Accordingly, it is desirable to produce a nanotube structure wherein at least one end of a nanotube is partially or completely closed or covered over so that the nanotube forms a nanobasket.
It is further desirable to use sputter deposition techniques to create partially or completely capped and/or layered nanotube structure, which opens a wide range of potential applications.
It is still further desirable to utilize a substructure of very small nanoparticles, i.e., the walls and caps of the basket are themselves composed of nanoparticles ten (10) nm and less in size. Numerous scientific studies attest to the importance of nanoparticulate grain size in performance characteristics of electronic, optical, and catalytic devices.
It is yet further desirable to form a large array of nanobaskets as a nanoporous architecture, such as for use in battery systems.
The assembly of individual nanostructured components into a three-dimensional battery system has been proposed as the means to promote ion diffusion in electrode materials by substantially increasing the effective electrode surface area to improve energy per unit area characteristics and promote a high rate charge/discharge capacity. Such features should enhance general battery performance, but they are of particular importance for thin film batteries and nanobatteries able to power proposed micro and nano electromechanical systems (MEMS and NEMS). Recent work on three-dimensional architectures for improved performance includes rods or “posts” connected to a substrate, graphite meshes and films of cathode, electrolyte and anode materials lining microchannels in an inert substrate.

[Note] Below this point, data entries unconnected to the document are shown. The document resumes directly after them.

/// The parts of a dotted key path; dots inside a quoted part do not split it.
fn split_key_path(key: &str) -> Vec<String> {
    let mut parts = vec![String::new()];
    let (mut quoted, mut escaped) = (false, false);
    for c in key.chars() {
        match c {
            '.' if !quoted => parts.push(String::new()),
            _ => {
                if quoted && c == '\\' && !escaped {
                    escaped = true;
                } else {
                    if c == '"' && !escaped {
                        quoted = !quoted;
                    }
                    escaped = false;
                }
                parts.last_mut().unwrap().push(c);
            }
        }
    }
    parts
}

/// The error is located in the file it names and displays as one line.
fn check_error(e: &InputError, name: &str, text: &str) -> Result<(), String> {
    let shown = e.to_string();
    ensure!(
        !shown.contains('\n'),
        "the error displays on several lines: {shown:?}"
    );
    ensure!(!e.reason.trim().is_empty(), "empty reason: {e:?}");
    ensure!(
        shown.starts_with(&format!("{}:{}:{}: ", e.file, e.line, e.col)),
        "display {shown:?} does not start FILE:LINE:COL"
    );
    let located: Cow<'_, str> = if e.file == name {
        Cow::Borrowed(text)
    } else {
        match std::fs::read_to_string(&e.file) {
            Ok(t) => Cow::Owned(t),
            Err(err) => {
                return Err(format!(
                    "the error names {:?}, neither the scene nor a readable file ({err}): {shown}",
                    e.file
                ));
            }
        }
    };
    let lines: Vec<&str> = located.split('\n').collect();
    ensure!(
        e.line >= 1 && e.line <= lines.len(),
        "line {} outside {:?} ({} lines): {shown}",
        e.line,
        e.file,
        lines.len()
    );
    let width = lines[e.line - 1].chars().count();
    ensure!(
        e.col >= 1 && e.col <= width + 1,
        "column {} outside line {} ({width} characters): {shown}",
        e.col,
        e.line
    );
    if !e.key.is_empty() {
        check_key_path(&e.key, &located)?;
    }
    Ok(())
}

/// The scene property: no panic, no slow parse, an Ok scene is finite, an error is
/// located.
fn check_parse(name: &str, text: &str) -> Result<(), String> {
    match parse_scene(name, text)? {
        None => Ok(()),
        Some((Ok(scene), _)) => check_scene(&scene).map_err(|w| format!("accepted scene: {w}")),
        Some((Err(e), _)) => check_error(&e, name, text),
    }
}

/// Two parses of the same text agree exactly.
fn check_twice(name: &str, text: &str) -> Result<(), String> {
    let Some((a, took)) = parse_scene(name, text)? else {
        return Ok(());
    };
    // Two slow parses would pass for a hang: slowness is the other properties' concern.
    if took > SLOW_PARSE / 2 {
        return Ok(());
    }
    let Some((b, _)) = parse_scene(name, text)? else {
        return Ok(());
    };
    match (&a, &b) {
        (Ok(x), Ok(y)) => {
            let (x, y) = (format!("{x:?}"), format!("{y:?}"));
            if x != y {
                let at = x
                    .bytes()
                    .zip(y.bytes())
                    .position(|(p, q)| p != q)
                    .unwrap_or(x.len().min(y.len()));
                let from = at.saturating_sub(80);
                return Err(format!(
                    "two parses give different scenes; first difference near {:?} / {:?}",
                    x.get(from..(at + 80).min(x.len())).unwrap_or(""),
                    y.get(from..(at + 80).min(y.len())).unwrap_or("")
                ));
            }
        }
        (Err(x), Err(y)) => {
            ensure!(
                x == y && x.to_string() == y.to_string(),
                "two parses give different errors: {x} / {y}"
            );
        }
        _ => {
            return Err(format!(
                "one parse accepts, the other refuses: {:?}",
                [&a, &b].map(|r| r.as_ref().err().map(ToString::to_string))
            ));
        }
    }
    Ok(())
}

// ---------------------------------------------------------------------------------
// Random text
// ---------------------------------------------------------------------------------

const TOML_CHARS: &[char] = &[
    '[',
    ']',
    '{',
    '}',
    '=',
    '"',
    '\'',
    '#',
    ',',
    '.',
    '\n',
    '\n',
    ' ',
    ' ',
    '\\',
    '\r',
    '\t',
    'a',
    'e',
    'i',
    'd',
    'k',
    'n',
    'x',
    'z',
    '_',
    '-',
    '0',
    '1',
    '9',
    '+',
    ':',
    '\u{0}',
    '\u{b5}',
    '\u{feff}',
    '\u{1f642}',
];

const HEADERS: &[&str] = &[
    "[scene]",
    "[solver]",
    "[[source]]",
    "[[victim]]",
    "[[shield]]",
    "[[enclosure]]",
    "[[sweep]]",
    "[[map]]",
    "[source]",
    "[[scene]]",
    "[source.current]",
    "[[source.current.lines]]",
    "[[source.calibrate]]",
    "[\"quoted key\"]",
    "[a.b]",
    "[[victim.load]]",
    "[[source.position]]",
];

const KEYS: &[&str] = &[
    "id",
    "kind",
    "title",
    "tolerance",
    "wire_radius",
    "radius",
    "width",
    "height",
    "vertices",
    "effective_area",
    "length",
    "turns",
    "leads",
    "major_radius",
    "minor_radius",
    "inner_radius",
    "outer_radius",
    "shape",
    "opening",
    "separation",
    "twist_pitch",
    "path",
    "calibrate",
    "position",
    "axis",
    "reference",
    "current",
    "limit",
    "load",
    "material",
    "thickness",
    "layers",
    "fitted",
    "size",
    "contains",
    "victim",
    "vary",
    "along",
    "about",
    "from",
    "to",
    "steps",
    "scale",
    "orientation",
    "compare",
    "min",
    "max",
    "step",
    "cells",
    "line",
    "waveform",
    "peak",
    "rms",
    "peak_to_peak",
    "frequency",
    "harmonics",
    "phase",
    "rise",
    "fall",
    "duty",
    "lines",
    "current.frequency",
    "current.peak",
    "\"quoted key\"",
    "'lit'",
    "\"dotted.key\"",
    "\"\"",
    "raduis",
    "kidn",
    "\"id\"",
    "\"new\\nline\"",
];

/// Plausible and wild values (TOML).
const TOKENS: &[&str] = &[
    "0",
    "-1",
    "1",
    "2",
    "3",
    "1e308",
    "-1e308",
    "1e-300",
    "5e-324",
    "nan",
    "inf",
    "-inf",
    "1e999",
    "-0.0",
    "0.0",
    "0.5",
    "1000000",
    "1000001",
    "9223372036854775807",
    "-9223372036854775808",
    "99999999999999999999999",
    "-99999999999999999999999999999999999999999",
    "0x7fffffffffffffff",
    "0o17",
    "0b101",
    "1_000",
    "true",
    "false",
    "1979-05-27",
    "07:32:00",
    "1979-05-27T07:32:00Z",
    "[]",
    "{}",
    "[0, 0, 0]",
    "[0, 0, 1]",
    "[1, 0, 0]",
    "[1e308, 1e308, 1e308]",
    "[\"1 mm\", \"2 mm\"]",
    "[\"1 mm\", \"2 mm\", \"3 mm\"]",
    "[[0, 0, 0], [0.01, 0, 0], [0, 0.01, 0]]",
    "[\"none\"]",
    "[\"v1\"]",
    "{ x = 1 }",
    "\"\"",
    "\"abc\"",
    "\"0 mm\"",
    "\"-5 mm\"",
    "\"1e9 m\"",
    "\"1 um\"",
    "\"1 nm\"",
    "\"3 um\"",
    "\"5 um\"",
    "\"1e308 m\"",
    "\"1e-300 m\"",
    "\"nan mm\"",
    "\"inf Hz\"",
    "\"1e-9\"",
    "\"5 kHz\"",
    "\"1 GHz\"",
    "\"-6 dBuV\"",
    "\"180 deg\"",
    "\"1e6\"",
    "\"none\"",
    "\"axial\"",
    "\"log\"",
    "\"linear\"",
    "\"worst\"",
    "\"all\"",
    "\"round\"",
    "\"square\"",
    "\"loop\"",
    "\"helix\"",
    "\"pair\"",
    "\"trace\"",
    "\"box\"",
    "\"plane\"",
    "\"copper\"",
    "\"steel\"",
    "\"sine\"",
    "\"trapezoid\"",
    "\"distance\"",
    "\"frequency\"",
    "'literal'",
    "\"\"\"multi\nline\"\"\"",
    "\"a\\tb\"",
    "\"\\u00b5m\"",
    "\"v1\"",
    "\"s1\"",
];

const UNIT_SYMBOLS: &[&str] = &[
    "m",
    "mm",
    "um",
    "\u{b5}m",
    "nm",
    "cm",
    "km",
    "in",
    "mil",
    "A",
    "mA",
    "kA",
    "Hz",
    "kHz",
    "MHz",
    "GHz",
    "s",
    "ms",
    "us",
    "ns",
    "ps",
    "rad",
    "deg",
    "T",
    "mT",
    "uT",
    "nT",
    "V",
    "mV",
    "uV",
    "dBuV",
    "dB\u{b5}V",
    "H",
    "mH",
    "uH",
    "nH",
    "ohm",
    "kohm",
    "\u{3a9}",
    "m2",
    "mm2",
    "cm2",
    "S/m",
    "MS/m",
    "furlong",
    "hz",
    "",
    "mm mm",
    "\u{b0}",
];

/// A TOML float for any f64.
fn toml_float(x: f64) -> String {
    if x.is_nan() {
        "nan".into()
    } else if x.is_infinite() {
        if x > 0.0 { "inf" } else { "-inf" }.into()
    } else {
        format!("{x:e}")
    }
}

/// A number spread over many decades, as Rust writes it.
fn magnitude() -> impl Strategy<Value = String> {
    (1u32..1000, -15i32..15, any::<bool>()).prop_map(|(m, e, neg)| {
        let x = f64::from(m) * 10f64.powi(e);
        format!("{}{x}", if neg { "-" } else { "" })
    })
}

fn token() -> BoxedStrategy<String> {
    prop_oneof![
        6 => select(TOKENS).prop_map(String::from),
        1 => any::<f64>().prop_map(toml_float),
        1 => any::<i64>().prop_map(|n| n.to_string()),
        2 => (magnitude(), select(UNIT_SYMBOLS)).prop_map(|(x, u)| format!("\"{x} {u}\"")),
    ]
    .boxed()
}

fn toml_line() -> BoxedStrategy<String> {
    prop_oneof![
        2 => select(HEADERS).prop_map(String::from),
        6 => (select(KEYS), token()).prop_map(|(k, v)| format!("{k} = {v}")),
        1 => Just(String::new()),
        1 => Just("# a comment".to_string()),
        1 => vec(select(TOML_CHARS), 0..12).prop_map(String::from_iter),
    ]
    .boxed()
}

fn random_text() -> BoxedStrategy<TomlText> {
    prop_oneof![
        1 => vec(any::<char>(), 0..200).prop_map(String::from_iter),
        1 => vec(select(TOML_CHARS), 0..300).prop_map(String::from_iter),
        2 => vec(toml_line(), 0..40).prop_map(|lines| lines.join("\n")),
    ]
    .prop_map(TomlText)
    .boxed()
}

// ---------------------------------------------------------------------------------
// Generated scenes: every table kind, plausible values with some wild ones
// ---------------------------------------------------------------------------------

/// Mostly one of `plausible`, sometimes a wild token.
fn value(plausible: &'static [&'static str]) -> BoxedStrategy<String> {
    prop_oneof![
        8 => select(plausible).prop_map(String::from),
        1 => token(),
    ]
    .boxed()
}

fn length() -> BoxedStrategy<String> {
    prop_oneof![
        6 => select(&[
            "\"0.1 mm\"", "\"0.5 mm\"", "\"1 mm\"", "\"2 mm\"", "\"5 mm\"", "\"8 mm\"",
            "\"12 mm\"", "\"20 mm\"", "\"50 mm\"", "\"0.1 m\"", "\"1 m\"", "0.003", "0.02",
            "\"0.5 in\"", "\"40 mil\"", "\"35 um\"", "\"-10 mm\"", "0",
        ][..])
        .prop_map(String::from),
        3 => (0.01f64..200.0).prop_map(|x| format!("\"{x} mm\"")),
        1 => token(),
    ]
    .boxed()
}

fn small_length() -> BoxedStrategy<String> {
    value(&[
        "\"0.1 mm\"",
        "\"0.2 mm\"",
        "\"0.05 mm\"",
        "\"35 um\"",
        "0.0001",
        "\"1 mm\"",
    ])
}

fn point() -> BoxedStrategy<String> {
    prop_oneof![
        1 => Just("[0, 0, 0]".to_string()),
        3 => (length(), length(), length()).prop_map(|(a, b, c)| format!("[{a}, {b}, {c}]")),
        1 => token(),
    ]
    .boxed()
}

fn direction() -> BoxedStrategy<String> {
    prop_oneof![
        4 => select(&[
            "[0, 0, 1]", "[1, 0, 0]", "[0, 1, 0]", "[1, 1, 0]", "[0, 0, -1]",
            "[0.3, -0.2, 0.9]", "[0, 0, 0]",
        ][..])
        .prop_map(String::from),
        2 => (-1.0f64..1.0, -1.0f64..1.0, -1.0f64..1.0)
            .prop_map(|(a, b, c)| format!("[{a}, {b}, {c}]")),
        1 => token(),
    ]
    .boxed()
}

fn vertices() -> BoxedStrategy<String> {
    prop_oneof![
        3 => vec((-50i32..50, -50i32..50, -5i32..5), 0..7).prop_map(|pts| {
            let items: Vec<String> = pts
                .iter()
                .map(|(x, y, z)| format!("[\"{x} mm\", \"{y} mm\", \"{z} mm\"]"))
                .collect();
            format!("[{}]", items.join(", "))
        }),
        1 => Just("[[0, 0, 0], [0.02, 0, 0], [0.02, 0.01, 0], [0, 0.01, 0]]".to_string()),
        1 => token(),
    ]
    .boxed()
}

fn count() -> BoxedStrategy<String> {
    prop_oneof![
        5 => (1u32..=60).prop_map(|n| n.to_string()),
        1 => select(&["0", "1000", "100000", "1000000", "1000001", "2.5", "-3"][..])
            .prop_map(String::from),
        1 => token(),
    ]
    .boxed()
}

The nanoscale three-dimensional battery architecture disclosed herein represents a novel approach from other proposed solutions by focusing on a negative space (the hollow portion within the nanobaskets) rather than on a positive-space structure such as a rod, post, mesh or film. While multiple three-dimensional battery architectures have been proposed, no prior configurations are based upon the individual wiring of hollow nanobaskets nor has a working three-dimensional nanobattery been claimed.
It is therefore desirable to provide a three-dimensional nanobattery formed by individually wiring nanobasket structured electrodes and combining them with an electrolyte. Short, capped nanotubes, i.e., nanobaskets, may be formed by RF-magnetron sputtering onto nanoporous templates, and metallic nanowires are grown, such as by electrochemical deposition, from the nanobaskets. The same procedure can be used to fabricate both a battery anode and a battery cathode, and a thin layer of electrolyte is placed between the two nanobasket electrodes. The nanobattery circuitry may be completed by contacting the ends of the nanowires opposing the electrolyte with a conductor, such as a metal plate.
It is further desirable to provide a three-dimensional nanobattery architecture that promotes ion diffusion in electrode materials by substantially increasing the effective electrode surface area to improve energy per unit area characteristics and promote a high rate charge/discharge capacity.
It is still further desirable to provide a nanoscale three-dimensional battery architecture for thin film batteries and nanobatteries, which would be able to power proposed micro- and nano-electromechanical systems (MEMS and NEMS), or used in massive arrays in place of conventional batteries.
It is yet further desirable to provide a nanoscale three-dimensional battery architecture based upon individual wiring of hollow nanostructures and that represents a robust nanoarchitecture that accommodates a variety of electrode and electrolyte types.